You should try and separate the project in as much applications as possible. For most projects an application will not contain more than 5 models. For example a project like SO would have separate applications for UsersProfiles, Questions, Tags (there's a ready one in django for this), etc. If there was a system with static pages that'd be a separate application too (there are ready ones for this purpose). You should also try and make your applications as generic as possible, so you may reuse them in other projects. There's a good presentation on reusable apps.
Just like any set of dependencies... try to find the most useful stand-alone aspects of the project and make those stand-alone apps. Other Django Apps will have higher level functionality, and reuse the parts of the lowest level apps that you have set up.
In my project, I have a calendar app with its own Event object in its models. I also have a carpool database set up, and for the departure time and the duration I use the calendar's Event object right in my RideShare tables. The carpooling database is calendar-aware, and gets all the nice .ics export and calendar views from the calendar app for 'free.'
There are some tricks to getting the Apps reusable, like naming the templates directory: project/app2/templates/app2/index.html. This lets you refer to app2/index.html from any other app, and get the right template. I picked that one up looking at the built-in reusable apps in Django itself. Pinax is a bit of a monster size-wise but it also demonstrates a nice reusable App structure.
If in doubt, forget about reusable apps for now. Put all your messages and polls in one app and get through one rev.

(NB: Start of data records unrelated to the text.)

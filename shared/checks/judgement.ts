import {
  type Evaluation,
  type PairMeasure,
  ROW_EXEMPT,
  ROW_MET,
  ROW_UNDER_FLOOR,
} from './evaluation.ts'
import { exemptionOf } from './pair-requirements.ts'
import {
  identityOfRow,
  placeOfRow,
  requiredOfRow,
  statesOfRow,
  themeOfRow,
} from './measured-row.ts'
import type { ContrastKind, Outcome, WaiverModel } from './model.ts'

/** What decides beside the measurements. */
export interface JudgementOptions {
  /** Granted and in force now. */
  readonly waivers?: readonly WaiverModel[]
  /** By identity, the ratio of each breach in what is compared with: what was a breach there is `known`. */
  readonly known?: ReadonlyMap<string, number>
}

/** The outcome of one row, and why. */
export interface Judgement {
  readonly outcome: Outcome
  readonly reason?: string
  readonly waiver?: WaiverModel
}

const BREACH: Judgement = { outcome: 'breach' }
const PASS: Judgement = { outcome: 'pass' }
const PASS_ANY_OF: Judgement = { outcome: 'pass', reason: 'any-of' }
const PASS_UNKNOWN: Judgement = { outcome: 'pass', reason: 'backdrop-unknown' }
const EXEMPT = new Map<string, Judgement>(
  ['disabled', 'logotype', 'decorative', 'inactive'].map((reason) => [
    reason,
    { outcome: 'exempt', reason },
  ]),
)

/** Judges rows of an evaluation by their position. */
export type Judge = (measure: PairMeasure, row: number) => Judgement

function waiverKey(foreground: string, background: string, kind: ContrastKind): string {
  return JSON.stringify([foreground, background, kind])
}

/** The waiver that covers a row, of several the one that ends last. */
type FindWaiver = (measure: PairMeasure, row: number) => WaiverModel | undefined

function createWaiverSearch(evaluation: Evaluation, waivers: readonly WaiverModel[]): FindWaiver {
  if (waivers.length === 0) return () => undefined
  const bySubject = new Map<string, WaiverModel[]>()
  for (const waiver of waivers) {
    const key = waiverKey(waiver.foreground, waiver.background, waiver.kind)
    bySubject.set(key, [...(bySubject.get(key) ?? []), waiver])
  }
  const isAbsentOr = (wanted: string | undefined, is: string) =>
    wanted === undefined || wanted === is
  return (measure, row) => {
    const { foreground, background } = measure.pair
    const candidates = bySubject.get(waiverKey(foreground, background, measure.kind))
    if (candidates === undefined) return undefined
    const theme = themeOfRow(evaluation, measure, row).id
    const states = statesOfRow(measure, row)
    const required = requiredOfRow(evaluation, measure, row)
    const ratio = measure.ratio[row]!
    const covering = candidates.filter(
      (waiver) =>
        isAbsentOr(waiver.theme, theme) &&
        isAbsentOr(waiver.foregroundState, states.foreground) &&
        isAbsentOr(waiver.backgroundState, states.background) &&
        ratio >= waiver.floorRatio &&
        required <= waiver.required,
    )
    return covering.toSorted((a, b) => Date.parse(b.endsAt) - Date.parse(a.endsAt))[0]
  }
}

function breachReason(measure: PairMeasure, row: number): string | undefined {
  if (measure.status[row] === ROW_UNDER_FLOOR) return 'disabled-floor'
  return measure.pair.backdrop === 'unknown' ? 'backdrop-unknown' : undefined
}

/** Lays groups, waivers and the comparison over what was measured. */
export function createJudge(evaluation: Evaluation, options: JudgementOptions = {}): Judge {
  const findWaiver = createWaiverSearch(evaluation, options.waivers ?? [])
  const { known } = options
  return (measure, row) => {
    const status = measure.status[row]
    const { pair } = measure
    if (status === ROW_MET) return pair.backdrop === 'unknown' ? PASS_UNKNOWN : PASS
    if (status === ROW_EXEMPT) {
      const combination = measure.combinations[row % measure.combinations.length]!
      return EXEMPT.get(exemptionOf(pair, combination)!)!
    }
    if (pair.anyOf !== undefined && evaluation.anyOf.get(pair.anyOf)![placeOfRow(measure, row)]) {
      return PASS_ANY_OF
    }
    const reason = breachReason(measure, row)
    const why = reason === undefined ? {} : { reason }
    const waiver = findWaiver(measure, row)
    if (waiver !== undefined) return { outcome: 'waived', ...why, waiver }
    const before = known?.get(identityOfRow(evaluation, measure, row))
    const isKnown = before !== undefined && measure.ratio[row]! >= before
    if (!isKnown && reason === undefined) return BREACH
    return { outcome: isKnown ? 'known' : 'breach', ...why }
  }
}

You'll discover during the process what steps feel unnecessary, and could be broken out as something stand-alone in the future.
A good question to ask yourself when deciding whether or not to write an app is "could I use this in another project?". If you think you could, then consider what it would take to make the application as independent as possible; How can you reduce the dependancies so that the app doesn't rely on anything specific to a particular project.

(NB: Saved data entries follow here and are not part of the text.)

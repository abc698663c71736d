import { exemptionOf } from './pair-requirements.ts'
import { type PairModel, STATES, type State, type SystemSettings } from './model.ts'
import { combinationsOf } from './pair-states.ts'
import { type ResolvedSystem, STATE_COUNT } from './resolved.ts'
import { createPairTitles, createTokenNames, type Weakening } from './weakening-kinds.ts'

type Side = 'foreground' | 'background'
type Listed = Readonly<Record<Side, readonly State[]>>

/**
 * States of tokens that come or go so that a pair is measured in fewer of them: one that goes takes its findings
 * with it, and one that comes can make others impossible.
 */
export function stateWeakenings(before: ResolvedSystem, after: ResolvedSystem): Weakening[] {
  const moved = tokensOfOtherStates(before, after)
  if (moved.size === 0) return []
  const { settings } = after.model
  const titleOf = createPairTitles(after)
  const nameOf = createTokenNames(after)
  const details = new Map<string, string[]>()
  const say = (token: string, detail: string) =>
    details.set(token, [...(details.get(token) ?? []), detail])
  for (const pair of after.model.pairs) {
    const { foreground, background } = pair
    if (!moved.has(foreground) && !moved.has(background)) continue
    const was = listedIn(before, pair)
    const is = listedIn(after, pair)
    if (was === undefined || is === undefined) continue
    for (const side of ['foreground', 'background'] as const) {
      const gone = goneStates({ pair, side, was, is, settings })
      if (gone.length > 0) say(pair[side], `${titleOf(pair)} in ${gone.join(', ')}`)
      const hidden = hiddenSituations({ pair, side, was, is, settings })
      if (hidden.length > 0) say(pair[side], `${titleOf(pair)} in ${hidden.join(', ')}`)
    }
  }
  return [...details].map(([id, lost]) => {
    const detail = `With the states of ${nameOf(id)}, ${listed([...new Set(lost)])} is measured no longer`
    return { code: 'states-changed', item: { kind: 'token', id }, member: 'states', detail }
  })
}

/** Ids of tokens that list other states than before, themselves or through an alias. */
export function tokensOfOtherStates(before: ResolvedSystem, after: ResolvedSystem): Set<string> {
  const moved = new Set<string>()
  if (before.tokens === after.tokens) return moved
  for (const [id, { states }] of after.tokens) {
    const known = before.tokens.get(id)?.states
    if (known !== undefined && known !== states && known.join() !== states.join()) moved.add(id)
  }
  return moved
}

function listedIn({ tokens }: ResolvedSystem, pair: PairModel): Listed | undefined {
  const foreground = tokens.get(pair.foreground)?.states
  const background = tokens.get(pair.background)?.states
  return foreground && background && { foreground, background }
}

interface Question {
  readonly pair: PairModel
  readonly side: Side
  readonly was: Listed
  readonly is: Listed
  readonly settings: SystemSettings
}

/** States that the token of one side lists no longer and that were asked something of. */
function goneStates({ pair, side, was, is, settings }: Question): State[] {
  const gone = was[side].filter((state) => !is[side].includes(state))
  if (gone.length === 0) return []
  const asked = askedOf(pair, was, settings).map((combination) => statesAt(combination)[side])
  return gone.filter((state) => asked.includes(state))
}

/** What was asked for and is impossible beside the states that one side has gained. */
function hiddenSituations({ pair, side, was, is, settings }: Question): string[] {
  const gained = is[side].filter((state) => !was[side].includes(state))
  if (gained.length === 0) return []
  const widened = { ...was, [side]: [...was[side], ...gained] }
  const remaining = new Set(
    askedOf(pair, widened, settings).map((combination) => situationOf(pair, combination)),
  )
  return askedOf(pair, was, settings)
    .filter((combination) => !remaining.has(situationOf(pair, combination)))
    .map((combination) => Object.values(statesAt(combination)).join('/'))
}

/** The fg/bg states in which a pair is measured and not exempt, or exempt above a floor. */
function askedOf(pair: PairModel, listed: Listed, settings: SystemSettings): number[] {
  return combinationsOf(pair, listed).filter((combination) => {
    const exemption = exemptionOf(pair, combination)
    if (exemption === undefined) return true
    const hasFloor = exemption === 'disabled' || exemption === 'inactive'
    return hasFloor && settings.disabledFloor !== undefined
  })
}

const statesAt = (combination: number): Readonly<Record<Side, State>> => ({
  foreground: STATES[Math.floor(combination / STATE_COUNT)]!,
  background: STATES[combination % STATE_COUNT]!,
})

/**
 * What a fg/bg state stands for, whichever states the other side lists: of one component its one state; of a
 * foreground under the pointer, that its container is under it as well.
 */
function situationOf({ relation, use }: PairModel, combination: number): string {
  const { foreground, background } = statesAt(combination)
  if (use === 'link-in-text') return background
  if (relation === 'together') return foreground === 'rest' ? background : foreground
  return foreground === 'hover' || foreground === 'active'
    ? foreground
    : `${foreground}/${background}`
}

const MOST_SAID = 5

function listed(lost: readonly string[]): string {
  const more = lost.length - MOST_SAID
  return lost.slice(0, MOST_SAID).join('; ') + (more > 0 ? `; and ${more} more` : '')
}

Some of the ways you can do this are:
Giving each app its own urls.py
Allowing model types to be passed in as parameters rather than explicitly declaring what models are used in your views. Generic views use this principle.
Make your templates easily overridden by having some sort of template_name parameter passed in your urls.py
Make sure you can do reverse url lookups with your objects and views. This means naming your views in the urls.py and creating get_absolute_url methods on your models.
In some cases like Tagging, GenericForeignKeys can be used to associate a model in your app to any other model, regardless of whether it has ForeignKeys "looking back" at it.
I'll tell you how I am approaching such question: I usually sit with a sheet of paper and draw the boxes (functionalities) and arrows (interdependencies between functionalities). I am sure there are methodologies or other things that could help you, but my approach usually works for me (YMMV, of course).